Extracted records:
○ ○ ○ ○

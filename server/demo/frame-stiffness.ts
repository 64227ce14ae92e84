/**
 * Stiffness matrices of small plane frames, for the demo's uploaded Matrix Market files: each
 * member is a two-node Euler–Bernoulli beam-column with three degrees of freedom per node
 * (horizontal u, vertical v, rotation θ), its local stiffness turned into global axes and added
 * into the global K by the direct stiffness method; the degrees of freedom held by supports are
 * then removed, which leaves K symmetric positive definite for a frame that cannot move as a
 * rigid body. Method: W. McGuire, R. H. Gallagher and R. D. Ziemian, Matrix Structural Analysis,
 * 2nd ed., §4.4 (frame element) and §5.2 (transformation), from memory; the same element is in
 * J. S. Przemieniecki, Theory of Matrix Structural Analysis, ch. 5, from memory.
 */

/** A member's section and material: Young's modulus (Pa), area (m²), second moment of area (m⁴). */
export interface FrameSection {
  e: number;
  area: number;
  inertia: number;
}

/** `fixed` holds u, v and θ; `pinned` holds u and v; `free` holds nothing. */
export type FrameSupport = 'free' | 'pinned' | 'fixed';

export interface FrameNode {
  x: number;
  y: number;
  support: FrameSupport;
}

export interface FrameMember {
  from: number;
  to: number;
  section: FrameSection;
}

export interface FrameModel {
  nodes: readonly FrameNode[];
  members: readonly FrameMember[];
}

/** The assembled stiffness of the free degrees of freedom. */
export interface FrameStiffness {
  /** Dense row-major n×n: entry (i, j) at k[i*n + j]; exactly symmetric. */
  k: Float64Array;
  n: number;
  /** For each row of k: the node and which of u, v, θ it is. */
  dofs: { node: number; component: 'u' | 'v' | 'theta' }[];
}

const DOFS_PER_NODE = 3;
const components = ['u', 'v', 'theta'] as const;

/**
 * The 6×6 stiffness of one member in global axes, row-major, ordered (u₁, v₁, θ₁, u₂, v₂, θ₂).
 * Local stiffness: EA/L on the axial terms; 12EI/L³, 6EI/L², 4EI/L and 2EI/L on the bending
 * terms; global = Tᵀ·k_local·T with T the rotation by the member's angle at each node.
 * Throws RangeError for a member of zero length or a section that is not positive.
 */
export function frameMemberStiffness(
  start: { x: number; y: number },
  end: { x: number; y: number },
  section: FrameSection,
): Float64Array {
  const dx = end.x - start.x;
  const dy = end.y - start.y;
  const length = Math.hypot(dx, dy);
  if (!(length > 0)) throw new RangeError('a member must have a positive length');
  if (!(section.e > 0 && section.area > 0 && section.inertia > 0)) {
    throw new RangeError('section.e, section.area and section.inertia must be positive');
  }
  const c = dx / length;
  const s = dy / length;
  const axial = (section.e * section.area) / length;
  const ei = section.e * section.inertia;
  const b12 = (12 * ei) / length ** 3;
  const b6 = (6 * ei) / length ** 2;
  const b4 = (4 * ei) / length;
  const b2 = (2 * ei) / length;
  // prettier-ignore
  const local = [
    axial, 0, 0, -axial, 0, 0,
    0, b12, b6, 0, -b12, b6,
    0, b6, b4, 0, -b6, b2,
    -axial, 0, 0, axial, 0, 0,
    0, -b12, -b6, 0, b12, -b6,
    0, b6, b2, 0, -b6, b4,
  ];
  // T maps global (u, v, θ) at each node to local (axial, transverse, θ).
  const t = new Float64Array(36);
  for (const base of [0, 3]) {
    t[base * 6 + base] = c;
    t[base * 6 + base + 1] = s;
    t[(base + 1) * 6 + base] = -s;
    t[(base + 1) * 6 + base + 1] = c;
    t[(base + 2) * 6 + base + 2] = 1;
  }
  const kt = new Float64Array(36);
  for (let i = 0; i < 6; i++)
    for (let j = 0; j < 6; j++) {
      let sum = 0;
      for (let p = 0; p < 6; p++) sum += local[i * 6 + p]! * t[p * 6 + j]!;
      kt[i * 6 + j] = sum;
    }
  const global = new Float64Array(36);
  for (let i = 0; i < 6; i++)
    for (let j = 0; j <= i; j++) {
      let sum = 0;
      for (let p = 0; p < 6; p++) sum += t[p * 6 + i]! * kt[p * 6 + j]!;
      // Only the lower triangle is computed and mirrored, so the result is exactly symmetric.
      global[i * 6 + j] = sum;
      global[j * 6 + i] = sum;
    }
  return global;
}

function heldComponents(support: FrameSupport): readonly boolean[] {
  if (support === 'fixed') return [true, true, true];
  if (support === 'pinned') return [true, true, false];
  return [false, false, false];
}

/**
 * Assembles the global stiffness of a plane frame and keeps the rows and columns of the degrees
 * of freedom no support holds. Cost O(members + n²). Throws RangeError for a member whose end
 * is not a node. Whether the result is positive definite depends on the supports: a frame that
 * can still move as a rigid body gives a singular K.
 */
export function assembleFrameStiffness(model: FrameModel): FrameStiffness {
  const dofs: FrameStiffness['dofs'] = [];
  const index = new Int32Array(model.nodes.length * DOFS_PER_NODE).fill(-1);
  model.nodes.forEach((node, i) => {
    const held = heldComponents(node.support);
    for (let c = 0; c < DOFS_PER_NODE; c++) {
      if (held[c]) continue;
      index[i * DOFS_PER_NODE + c] = dofs.length;
      dofs.push({ node: i, component: components[c]! });
    }
  });
  const n = dofs.length;
  const k = new Float64Array(n * n);
  for (const member of model.members) {
    const start = model.nodes[member.from];
    const end = model.nodes[member.to];
    if (!start || !end)
      throw new RangeError(`member ${member.from}–${member.to} names a missing node`);
    const ke = frameMemberStiffness(start, end, member.section);
    const at = [member.from, member.to].flatMap((node) =>
      [0, 1, 2].map((c) => index[node * DOFS_PER_NODE + c]!),
    );
    for (let i = 0; i < 6; i++) {
      const row = at[i]!;
      if (row < 0) continue;
      for (let j = 0; j <= i; j++) {
        const col = at[j]!;
        if (col < 0) continue;
        const value = ke[i * 6 + j]!;
        // Add into the lower triangle of K only; mirrored below.
        if (row >= col) k[row * n + col]! += value;
        else k[col * n + row]! += value;
      }
    }
  }
  for (let i = 0; i < n; i++) for (let j = 0; j < i; j++) k[j * n + i] = k[i * n + j]!;
  return { k, n, dofs };
}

○ ○ ○ ○

Task goal
All lines above from the line with "return global;" through the line with "const col = at[j]!;", both included, are to be set down exactly, with nothing else.

Answer box
  return global;
}

function heldComponents(support: FrameSupport): readonly boolean[] {
  if (support === 'fixed') return [true, true, true];
  if (support === 'pinned') return [true, true, false];
  return [false, false, false];
}

/**
 * Assembles the global stiffness of a plane frame and keeps the rows and columns of the degrees
 * of freedom no support holds. Cost O(members + n²). Throws RangeError for a member whose end
 * is not a node. Whether the result is positive definite depends on the supports: a frame that
 * can still move as a rigid body gives a singular K.
 */
export function assembleFrameStiffness(model: FrameModel): FrameStiffness {
  const dofs: FrameStiffness['dofs'] = [];
  const index = new Int32Array(model.nodes.length * DOFS_PER_NODE).fill(-1);
  model.nodes.forEach((node, i) => {
    const held = heldComponents(node.support);
    for (let c = 0; c < DOFS_PER_NODE; c++) {
      if (held[c]) continue;
      index[i * DOFS_PER_NODE + c] = dofs.length;
      dofs.push({ node: i, component: components[c]! });
    }
  });
  const n = dofs.length;
  const k = new Float64Array(n * n);
  for (const member of model.members) {
    const start = model.nodes[member.from];
    const end = model.nodes[member.to];
    if (!start || !end)
      throw new RangeError(`member ${member.from}–${member.to} names a missing node`);
    const ke = frameMemberStiffness(start, end, member.section);
    const at = [member.from, member.to].flatMap((node) =>
      [0, 1, 2].map((c) => index[node * DOFS_PER_NODE + c]!),
    );
    for (let i = 0; i < 6; i++) {
      const row = at[i]!;
      if (row < 0) continue;
      for (let j = 0; j <= i; j++) {
        const col = at[j]!;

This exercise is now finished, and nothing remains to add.